The diet of the sicklefin weasel shark is composed almost entirely of cephalopods, though crustaceans and echinoderms may be infrequently eaten. Its small mouth and short gill slits may be adaptations for capturing cephalopods by suction, while its weak jaws and small teeth reflect a diet of mostly soft-bodied prey. This species is viviparous, wherein the developing embryos are sustained to term through a placental connection formed from the depleted yolk sac. Females likely produce two litters per year, implying a gestation period under six months.

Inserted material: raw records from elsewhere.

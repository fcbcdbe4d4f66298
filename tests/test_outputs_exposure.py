"""Report, figures and CSV for the exposure section (issue 4): every family
tried when the family is picked by AIC, the Q-Q plots, the substitution
comparison, the empirical distribution, and work histories.

Results come from the real pipeline on invented inputs. Plotted densities
and quantiles are checked against scipy.stats (reference library), closed
forms are derived in the docstrings, and tables must reproduce the numbers
in the results exactly.
"""

from __future__ import annotations

import datetime as dt
import math

import matplotlib

matplotlib.use("Agg")

import matplotlib.pyplot as plt
import numpy as np
import pytest
from scipy import stats
from test_outputs_cases import (
    STUDY,
    UNIT,
    measurements_csv,
    run_pipeline,
    table_with,
)
from test_outputs_tables import as_csv

from doseattr.core.exposure.nondetects import ros_plotting_positions
from doseattr.outputs import figures, gallery, tables
from doseattr.outputs.markup import num, pct, signed_points
from doseattr.outputs.report import render_report

LIMIT = 3.0
HALF = 0.5
ROOT_HALF = 1 / math.sqrt(2)


@pytest.fixture(autouse=True)
def _close_figures():
    yield
    plt.close("all")


@pytest.fixture(scope="module")
def best(tmp_path_factory):
    """Measurements with non-detects; the family picked by lowest AIC;
    two substitution fractions for comparison."""
    folder = tmp_path_factory.mktemp("best")
    values = measurements_csv(limit=LIMIT)
    assert "<3" in values  # the case must have non-detects
    return run_pipeline(folder, {
        "unit": UNIT,
        "curve": {"table": "study.csv", "design": "case-control", "model": "log-linear"},
        "exposure": {"table": "values.csv", "family": "best",
                     "substitution": [HALF, ROOT_HALF]},
        "attribution": {"minimum_risk": 5.0}}, {"study.csv": STUDY, "values.csv": values})
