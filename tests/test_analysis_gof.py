"""Goodness of fit of the exposure fit reaches results.json and the report."""

import numpy as np
from scipy import stats

from doseattr.analysis.config import analysis_from_dict
from doseattr.analysis.pipeline import run_analysis
from doseattr.outputs.report import render_report

ERR = {"model": "linear", "err": 0.04, "per": 1.0, "max_dose": 60.0}


def test_ks_statistic_in_results_and_report(tmp_path):
    """Uncensored, unweighted lognormal fit: the Kolmogorov-Smirnov statistic
    and p-value equal scipy.stats.kstest of the values against
    scipy.stats.lognorm with the fitted GM and GSD (reference library)."""
    x = stats.lognorm(s=0.8, scale=6.0).rvs(size=40, random_state=np.random.default_rng(5))
    (tmp_path / "m.csv").write_text("value\n" + "\n".join(repr(float(v)) for v in x) + "\n")
    r = run_analysis(analysis_from_dict({"unit": "ug/m3", "curve": ERR,
                                         "exposure": {"table": "m.csv", "family": "lognormal"}},
                                        base_dir=tmp_path))
    g = r.to_dict()["exposure"]["goodness_of_fit"]
    p = r.to_dict()["exposure"]["parameters"]
    ref = stats.kstest(x, stats.lognorm(s=np.log(p["gsd"]), scale=p["gm"]).cdf)
    assert g["test"] == "Kolmogorov-Smirnov" and g["n"] == 40
    np.testing.assert_allclose([g["statistic"], g["p_value"]], [ref.statistic, ref.pvalue],
                               rtol=1e-10)
    html = render_report(r, figures=False)
    assert "Goodness of fit (detected values)" in html and f"{ref.statistic:.3g}" in html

Between two and four pups are born at a time (average 3.3); newborns measure roughly 45 cm long. Males mature sexually around 74–75 cm long, while females mature around 75–78 cm long.

==Human interactions==
The sicklefin weasel shark is not dangerous to humans. It is caught by artisanal fishers throughout its range, mostly in drifting and bottom gillnets, but also in bottom trawls and on longlines. The meat is eaten, the fins are used in shark fin soup, and the offal is processed into fishmeal. However, the small size of this shark limits its economic value. The International Union for Conservation of Nature (IUCN) has assessed the sicklefin weasel shark as vulnerable, noting that it is naturally uncommon and resides in heavily fished regions. In addition, compared to the related Australian weasel shark, it is less productive, thus less resilient to withstand fishing pressure.